他在一次外出的途中大巴遇险,在一个陡坡的下山路上,大巴方向失灵,全车人惊叫声乱成一团。在一瞬间大巴冲下山坡,接二连三的翻滚,有的乘客被甩出车窗,有的被滚动的大巴从身上碾过。世伟也不列外地被抛出车窗,而他被摔出时只感到轻轻飘飘地掉到坡上。就在此时,大巴翻滚约二十米,他听见一声闷雷般的响声,汽车坠落到数十米的深崖下,整车乘客几乎全部遇险,而他毫发未伤。    

而后一次,他骑着辆旧自行车,应朋友相邀去看一件古董,他骑着自行车一路上哼着小曲,悠哉悠哉地蹬着。忽然他骑的自行车象箭一样飞起来,在一个弯道处连人带车一下子飞到了一块稻田里,车深深地陷入水中的稀泥。世伟还是稳稳地坐在上面,只是脚已深陷泥中,全身上下全部湿透。    

那辆吻他自行车的轿车,慌忙急刹车停了下来,那早已吓得不行的司机颤着声问:“你没事吧?!”    

惊魂未定的他,还未回过神来到底发生了什么事,那车上开门又走下来一位矮胖子,手中正在打电话像似在通知急救中心的救护车。此时路上已有十几个围观的男女,在那里叽叽喳喳地说个不停。“谁愿去把他弄上来,每人百元。”那矮胖子说着便伸手点了两位身材健壮的,那两个青年挽起裤子下田,三下两下就把世伟架上了岸,先让他在路边坐下,那两个人又下田把自行车从泥中坺出,费劲地弄到坎上。    
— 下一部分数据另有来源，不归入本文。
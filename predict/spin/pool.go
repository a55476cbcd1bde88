package spin

import (
	"math/bits"
	"sync"
)

// Buffer pools. One exact simulation allocates and drops many large
// matrices (eigenvectors, transition amplitudes) and line slices; taken
// from the heap each time they make the garbage collector run several
// times per simulation and the kernel zero fresh pages (a third of the
// wall time of a 10-spin cluster in BenchmarkCluster10, judged by running
// it with GOGC=400). Buffers come in power-of-two capacities; get returns
// one of length n with undefined contents, put hands it back, and the
// caller must not use it afterwards.

// Buffers of fewer than minPooled or more than maxPooled elements are left
// to the heap: small ones are cheap, and rounding a huge one (a 16-spin
// block's 12,870² matrix) up to a power of two would waste up to half of
// it.
const (
	minPooled = 1 << 10
	maxPooled = 1 << 24 // 128 MB of float64
)

// bufPool hands out slices of T by power-of-two capacity class.
type bufPool[T any] struct{ classes [64]sync.Pool }

func (p *bufPool[T]) get(n int) []T {
	if n < minPooled || n > maxPooled {
		return make([]T, n)
	}
	c := bits.Len(uint(n - 1))
	if s, ok := p.classes[c].Get().(*[]T); ok {
		return (*s)[:n]
	}
	return make([]T, n, 1<<c)
}

func (p *bufPool[T]) put(s []T) {
	c := cap(s)
	if c < minPooled || c > maxPooled || c&(c-1) != 0 {
		return
	}
	s = s[:0]
	p.classes[bits.Len(uint(c-1))].Put(&s)
}

var (
	floatPool bufPool[float64]
	linePool  bufPool[rawLine]
)

func getFloats(n int) []float64 { return floatPool.get(n) }
func putFloats(s []float64)     { floatPool.put(s) }
func getLines(n int) []rawLine  { return linePool.get(n) }
func putLines(s []rawLine)      { linePool.put(s) }
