package spin

import (
	"cmp"
	"math"
	"math/rand/v2"
	"slices"
	"testing"
)

// TestSortRaw: sortRaw orders lines by group, then frequency, stably, as a
// plain stable comparison sort does (the reference), on data that exercise
// its paths: small groups, large groups spread over hundreds of Hz,
// frequencies within rounding of each other (the insertion finish), many
// lines at one frequency with low-bit noise (the merge-sort fallback),
// negative frequencies and both zeros.
func TestSortRaw(t *testing.T) {
	t.Parallel()
	r := rand.New(rand.NewPCG(4, 2))
	gen := map[string]func(i int) float64{
		"spread":   func(int) float64 { return 700 + 200*r.Float64() },
		"rounding": func(int) float64 { return 800 + float64(r.IntN(50))*1e-4 + r.Float64()*1e-12 },
		"one line": func(int) float64 { return math.Nextafter(812.5, float64(r.IntN(3)-1)*1e9) },
		"signs":    func(i int) float64 { return []float64{-3, -0.0, 0, 2.5, -1e-300, 1e-300}[i%6] * float64(1+r.IntN(2)) },
	}
	for name, f := range gen {
		for _, n := range []int{5, 63, 64, 1000, 20000} {
			ls := make([]rawLine, n)
			for i := range ls {
				ls[i] = rawLine{hz: f(i), inten: float64(i), eg: r.IntN(3)}
			}
			want := slices.Clone(ls)
			slices.SortStableFunc(want, func(x, y rawLine) int {
				if c := cmp.Compare(x.eg, y.eg); c != 0 {
					return c
				}
				return cmp.Compare(hzKey(x.hz), hzKey(y.hz))
			})
			sortRaw(ls)
			for i := range ls {
				if ls[i] != want[i] {
					t.Fatalf("%s, %d lines: position %d is %+v, want %+v", name, n, i, ls[i], want[i])
				}
			}
		}
	}
}
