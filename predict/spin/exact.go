package spin

import (
	"fmt"
	"math"
	"strings"
)

// composite is one total-spin choice for a group of n equivalent spin-1/2
// nuclei: spin F = TwoF/2, occurring Mult times.
type composite struct {
	twoF int
	mult float64
}

// composites decomposes n spin-1/2 nuclei into total spins F = n/2, n/2−1,
// … ≥ 0 with multiplicities C(n,k) − C(n,k−1) (angular-momentum addition;
// e.g. n=3: F=3/2 once, F=1/2 twice).
func composites(n int) []composite {
	var out []composite
	prev := 0.0
	c := 1.0 // C(n,k)
	for k := 0; 2*k <= n; k++ {
		if k > 0 {
			c = c * float64(n-k+1) / float64(k)
		}
		out = append(out, composite{twoF: n - 2*k, mult: c - prev})
		prev = c
	}
	return out
}

// combos calls fn for every choice of one composite per group of ns, with
// the product of multiplicities.
func combos(ns []int, fn func(twoF []int, mult float64) error) error {
	choices := make([][]composite, len(ns))
	for i, n := range ns {
		choices[i] = composites(n)
	}
	cur := make([]int, len(ns))
	var rec func(i int, mult float64) error
	rec = func(i int, mult float64) error {
		if i == len(ns) {
			return fn(cur, mult)
		}
		for _, c := range choices[i] {
			cur[i] = c.twoF
			if err := rec(i+1, mult*c.mult); err != nil {
				return err
			}
		}
		return nil
	}
	return rec(0, 1)
}

// blockSizes returns the number of product states for each total 2M, from
// the largest M down, for spins with the given 2F values.
func blockSizes(twoF []int) []float64 {
	sizes := []float64{1}
	for _, f := range twoF {
		next := make([]float64, len(sizes)+f)
		for i, s := range sizes {
			for k := 0; k <= f; k++ {
				next[i+k] += s
			}
		}
		sizes = next
	}
	return sizes
}

// maxBlock returns the size of the largest Mz block of n distinct spin-1/2.
func maxBlock(n int) float64 {
	c := 1.0
	for k := 1; k <= n/2; k++ {
		c = c * float64(n-k+1) / float64(k)
	}
	return c
}

// workBudget is the diagonalisation work (Σ d³ over blocks) of maxSpins
// distinct spin-1/2 nuclei.
func workBudget(maxSpins int) float64 {
	w := 0.0
	for _, d := range blockSizes(make1s(maxSpins)) {
		w += d * d * d
	}
	return w
}

func make1s(n int) []int {
	s := make([]int, n)
	for i := range s {
		s[i] = 1
	}
	return s
}

// exactCost estimates the work of simulating cluster c once and returns an
// error wrapping ErrTooLarge when it exceeds the bound set by maxSpins.
func (es *esys) exactCost(c []int, maxSpins int) (float64, error) {
	ns := make([]int, len(c))
	nuclei := 0
	for i, g := range c {
		ns[i] = es.g[g].n
		nuclei += ns[i]
	}
	limit, budget := maxBlock(maxSpins), workBudget(maxSpins)
	cost, biggest := 0.0, 0.0
	ncombo := 1.0
	for _, n := range ns {
		ncombo *= float64(len(composites(n)))
	}
	add := func(twoF []int) {
		for _, d := range blockSizes(twoF) {
			cost += d * d * d
			biggest = math.Max(biggest, d)
		}
	}
	// The combination of the largest composite spins has the largest
	// blocks: check it alone first, and stop the enumeration (exponential in
	// the number of groups) as soon as the budget is exceeded.
	add(ns)
	if biggest <= limit && cost <= budget {
		cost = 0
		_ = combos(ns, func(twoF []int, _ float64) error {
			add(twoF)
			if cost > budget {
				return ErrTooLarge
			}
			return nil
		})
	}
	if biggest > limit || cost > budget {
		names := make([]string, len(c))
		for i, g := range c {
			names[i] = fmt.Sprintf("%q", es.g[g].name)
		}
		return 0, fmt.Errorf("spin: cluster of groups %s (%d nuclei, %.0f composite-spin choices, largest Mz block %.0f states) exceeds the exact-simulation limit of %d spins (block %.0f states): %w; use first-order mode (--mode first-order)",
			strings.Join(names, ", "), nuclei, ncombo, biggest, maxSpins, limit, ErrTooLarge)
	}
	return cost, nil
}

// exactLines simulates cluster c exactly, treating the partners xs in the X
// approximation (one sub-spectrum per spin configuration of the partners).
// It also returns the intensity of the transitions too weak to report.
// weighted chooses the non-negative attribution of transitions to groups
// (sink.weighted).
func (es *esys) exactLines(c []int, xs []int, weighted bool) ([]rawLine, float64, error) {
	ns := make([]int, len(c))
	nuclei := 0
	for i, g := range c {
		ns[i] = es.g[g].n
		nuclei += ns[i]
	}
	jm := make([][]float64, len(c))
	for i, a := range c {
		jm[i] = make([]float64, len(c))
		for k, b := range c {
			jm[i][k] = es.j[a][b]
		}
	}
	norm := math.Pow(2, float64(nuclei-1)) // Tr(F+_g F−_g) = n_g·2^(N−1)
	dst := &sink{eg: c, weighted: weighted}
	err := configs(es, xs, func(m []float64, w float64) error {
		nu := make([]float64, len(c))
		for i, g := range c {
			nu[i] = es.g[g].nu
			for k, p := range xs {
				nu[i] += es.j[g][p] * m[k]
			}
		}
		return combos(ns, func(twoF []int, mult float64) error {
			var spins []cspin
			for i, f := range twoF {
				if f > 0 {
					spins = append(spins, cspin{twoF: f, nu: nu[i], grp: i})
				}
			}
			dst.scale = w * mult / norm
			return transitions(spins, jm, dst)
		})
	})
	return dst.all(), dst.dropped, err
}

// configs calls fn for every spin configuration of the partner groups xs:
// m[k] is the total Mz of partner k (n/2 − j for j of its n spins down),
// with its binomial population w.
func configs(es *esys, xs []int, fn func(m []float64, w float64) error) error {
	m := make([]float64, len(xs))
	var rec func(i int, w float64) error
	rec = func(i int, w float64) error {
		if i == len(xs) {
			return fn(m, w)
		}
		n := es.g[xs[i]].n
		for k, wk := range binomialWeights(n) {
			m[i] = float64(n)/2 - float64(k)
			if err := rec(i+1, w*wk); err != nil {
				return err
			}
		}
		return nil
	}
	return rec(0, 1)
}
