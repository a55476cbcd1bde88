package spin

import "math"

// Render draws lines as Lorentzians of full width at half height widthHz on
// n points from fromPPM to toPPM (either order; n ≥ 2), at the 1H frequency
// fieldMHz. A line of intensity I alone peaks at height I. It returns the
// ppm axis and the trace; nil slices when n < 2 or widthHz ≤ 0.
func Render(lines []Line, fieldMHz, fromPPM, toPPM float64, n int, widthHz float64) (ppm, y []float64) {
	if n < 2 || !(widthHz > 0) || !(fieldMHz > 0) {
		return nil, nil
	}
	ppm, y = make([]float64, n), make([]float64, n)
	g2 := widthHz * widthHz / 4
	step := (toPPM - fromPPM) / float64(n-1)
	for i := range ppm {
		ppm[i] = fromPPM + step*float64(i)
	}
	// Lines further than 1000 widths contribute < 1e-6 of their height.
	cut := 1000 * widthHz
	for _, l := range lines {
		for i, p := range ppm {
			d := p*fieldMHz - l.Hz
			if math.Abs(d) < cut {
				y[i] += l.Intensity * g2 / (d*d + g2)
			}
		}
	}
	return ppm, y
}

// Span returns the ppm range covered by lines, widened by pad ppm on each
// side; (0, 0) for no lines.
func Span(lines []Line, pad float64) (lo, hi float64) {
	if len(lines) == 0 {
		return 0, 0
	}
	lo, hi = math.Inf(1), math.Inf(-1)
	for _, l := range lines {
		lo, hi = math.Min(lo, l.PPM), math.Max(hi, l.PPM)
	}
	return lo - pad, hi + pad
}
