package spin

import (
	"cmp"
	"math"
	"slices"

	"gonum.org/v1/gonum/mat"
)

// Mirror symmetry. If a permutation π of the spins (an involution) keeps
// every 2F and every coupling, J(π(k),π(l)) = J(k,l), and reflects the
// frequencies about a centre ν0, ν(π(k)) = 2ν0 − ν(k), then R = (π combined
// with inverting every spin) satisfies R H R⁻¹ = H − 2ν0·Fz. R maps a state
// of Mz block b to block nb−1−b, and its matrix in the product basis is a
// plain permutation (the F± matrix elements √(F(F+1) − m(m±1)) are
// unchanged by m → −m with raising and lowering exchanged). Hence the lines
// between blocks b and b+1 determine those between nb−2−b and nb−1−b: a
// line at f of group g gives a line at 2ν0 − f of group π(g) with the same
// intensity. The spectrum is then the mirror image of itself, as for a
// chain of equally spaced shifts with symmetric couplings, and only about
// half of the blocks need to be diagonalised.

// mirrorTolHz is the tolerance on ν(k) + ν(π(k)) = 2ν0 and on equal J;
// a line then moves by at most about this much.
const mirrorTolHz = 1e-9

// useMirror lets tests compare with the plain computation.
var useMirror = true

// mirror returns π (spin k ↔ spin perm[k]) and ν0 when the spins have a
// mirror symmetry of the form above, pairing the spins in order of
// frequency from both ends.
func mirror(spins []cspin, jm [][]float64) (perm []int, nu0 float64, ok bool) {
	n := len(spins)
	if !useMirror || n < 2 {
		return nil, 0, false
	}
	order := make([]int, n)
	for i := range order {
		order[i] = i
	}
	slices.SortStableFunc(order, func(x, y int) int { return cmp.Compare(spins[x].nu, spins[y].nu) })
	perm = make([]int, n)
	for i := range order {
		perm[order[i]] = order[n-1-i]
	}
	nu0 = (spins[order[0]].nu + spins[order[n-1]].nu) / 2
	for k, s := range spins {
		p := spins[perm[k]]
		if p.twoF != s.twoF || math.Abs(s.nu+p.nu-2*nu0) > mirrorTolHz {
			return nil, 0, false
		}
		for l := range spins {
			if math.Abs(jm[s.grp][spins[l].grp]-jm[p.grp][spins[perm[l]].grp]) > mirrorTolHz {
				return nil, 0, false
			}
		}
	}
	return perm, nu0, true
}

// mirrorLines appends to dst the mirror images of the lines of src: at
// 2ν0 − f, with group egMap[eg].
func mirrorLines(dst, src *sink, nu0 float64, egMap map[int]int) {
	if dst.out == nil {
		dst.out = getLines(len(src.out))[:0]
	}
	dst.out = slices.Grow(dst.out, len(src.out))
	for _, l := range src.out {
		dst.out = append(dst.out, rawLine{hz: 2*nu0 - l.hz, inten: l.inten, eg: egMap[l.eg]})
	}
	dst.dropped += src.dropped
}

// diagonaliseMirror diagonalises the middle block blk, which R maps to
// itself (total Mz = 0), where R commutes with H: in the basis of
// R-symmetric and R-antisymmetric combinations (e_s ± e_σ(s))/√2 the block
// splits into two halves, each diagonalised on its own (about a quarter of
// the work). The eigenvectors are returned in the product basis.
func (b *basis) diagonaliseMirror(blk int, jm [][]float64, perm []int) (eigen, error) {
	states := b.blocks[blk]
	d := len(states)
	// sigma[i]: position of R(state i) in the block.
	sigma := make([]int, d)
	for i, s := range states {
		r := 0
		for k, sp := range b.spins {
			r += b.stride[perm[k]] * (sp.twoF - b.digit(s, k))
		}
		sigma[i] = b.pos[r]
	}
	// Orbits: representatives i ≤ sigma[i]; fixed points are symmetric.
	var plus, minus []int
	for i, j := range sigma {
		if i < j {
			plus, minus = append(plus, i), append(minus, i)
		} else if i == j {
			plus = append(plus, i)
		}
	}
	h := b.hamiltonian(blk, jm)
	defer putFloats(h.RawSymmetric().Data)
	vd := getFloats(d * d)
	clear(vd)
	vecs := mat.NewDense(d, d, vd)
	vals := make([]float64, 0, d)
	col := 0
	for _, half := range []struct {
		reps []int
		sign float64
	}{{plus, 1}, {minus, -1}} {
		n := len(half.reps)
		if n == 0 {
			continue
		}
		// q(p) = (e_i + sign·e_σ(i))/√2, or e_i for a fixed point.
		coef := func(i int) (int, float64, float64) {
			if sigma[i] == i {
				return i, 1, 0
			}
			return sigma[i], math.Sqrt2 / 2, half.sign * math.Sqrt2 / 2
		}
		a := getFloats(n * n)
		defer putFloats(a)
		for p, i := range half.reps {
			i2, ci, ci2 := coef(i)
			for q := p; q < n; q++ {
				j := half.reps[q]
				j2, cj, cj2 := coef(j)
				v := ci*cj*h.At(i, j) + ci*cj2*h.At(i, j2) + ci2*cj*h.At(i2, j) + ci2*cj2*h.At(i2, j2)
				a[p*n+q] = v
			}
		}
		ev, ok := symEigen(a, n)
		if !ok {
			return eigen{}, errEigen
		}
		vals = append(vals, ev...)
		for p, i := range half.reps {
			i2, ci, ci2 := coef(i)
			row, row2 := vecs.RawRowView(i), vecs.RawRowView(i2)
			for c := 0; c < n; c++ {
				x := a[p*n+c]
				row[col+c] += ci * x
				if ci2 != 0 {
					row2[col+c] += ci2 * x
				}
			}
		}
		col += n
	}
	return eigen{vals: vals, vecs: vecs}, nil
}
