package spin

// Group is a set of nuclei with one shift that are treated as equivalent
// (chemically equivalent; Magnetic says whether they are also magnetically
// equivalent, which allows composite-particle reduction).
type Group struct {
	Name     string
	ShiftPPM float64
	Count    int    // number of nuclei in the group, ≥ 1
	Nucleus  string // "1H" (default when empty), "19F" or "31P"
}

// Coupling is a scalar coupling between two groups, by index into
// System.Groups. J between members of one group is not needed: it leaves
// no trace in the spectrum of a magnetically equivalent group.
type Coupling struct {
	A, B int
	JHz  float64
}

// System is an isotropic spin system.
type System struct {
	Groups    []Group
	Couplings []Coupling
}

// Mode chooses how a cluster of coupled spins is computed.
type Mode int

// Modes.
const (
	Auto       Mode = iota // exact where coupling is strong, first-order elsewhere
	FirstOrder             // successive splitting everywhere
	Exact                  // full diagonalisation of each coupled cluster
)

// Options controls a simulation.
type Options struct {
	FieldMHz float64 // 1H observe frequency in MHz; must be > 0
	Mode     Mode
	// StrongRatio: in Auto mode a coupling is strong when |Δν| < StrongRatio·|J|.
	// Zero means the default (10, common practice, no source).
	StrongRatio float64
	// MaxSpins is the largest cluster simulated exactly; a larger one is
	// refused with an error that suggests first-order mode. Zero means default.
	MaxSpins int
}

// Line is one transition of the 1H spectrum. Intensities are normalised so
// that the lines attributed to a group sum to the group's Count.
type Line struct {
	Hz        float64 // offset from 0 ppm at the field: PPM·FieldMHz
	PPM       float64
	Intensity float64
	Group     int // the group this line is attributed to
}

// Result is the outcome of Simulate.
type Result struct {
	Lines []Line
	// ModeUsed[g] is the mode actually used for group g (FirstOrder or Exact).
	ModeUsed []Mode
}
急救车鸣着笛很快就直奔而来,护士快步上前扶他躺在担架上,世伟由于惊吓过度,身体一直都在颤抖不止。而他根本不知自己受伤没有,急救车载着他很快直奔医院而去。经过医院体检,他的身体安然无羔。那位矮胖子叫司机给他买了一套衣服给他换上。    

那矮胖子去问了医生了解了情况,获知世伟身体沒问题。然后走到世伟面前说:“你没事的,医院给你做了全面检查,让你受了很大的惊吓,如果有事找我。”说完后矮胖子递给他一张名片,随后又在身上掏出十几张百元大钞递给他:“给你一点惊吓费,那辆自行车就别要了,买辆新的。”    

矮胖子与世伟握手道别就开车走了,惊魂初定的他深深地叹了一口气。他只是举起一只手,在空中晃了晃,然后走下医院的台阶。    

当他再次出现在老婆面前,他真感到他是从地狱中被释放回来一样。他老婆看到他焉焉地走回来,又看见他着了一身新妆便说:“老公,今天咋啦,该不是发了吧?就这样换了一身新妆,连那辆破车也甩了哈,又整了一部新刀儿。”他老婆带着调侃的口气说。    

“老婆啊!老公差点就在停尸间等你啰!又出车祸啰!差一点又去阎王那儿报到了。”世伟心里很清楚,但他又不好说哟,他就站在“故宫博物馆”的窗口,正在深深地思绪中,那只青花瓷瓶忽然摔到地砖上,那摔碎的声音把他惊醒。    

当他捡起那只人头像,那美人的小嘴好像在对他说:“再见吧!你我缘份已尽。”    

然后他放下手中的一片,又去捡那散落的碎片,一块一块地全部捡起。第二天他又准备带着那宝贝碎片到省城去找文物专家鉴定。后来专家告诉他结果,那是国宝级文物,经专家进行修复后。世伟便将那只青花瓷无偿地捐献给了文物馆,但那一段惊魂的故事仍久久地停留在他的记忆中。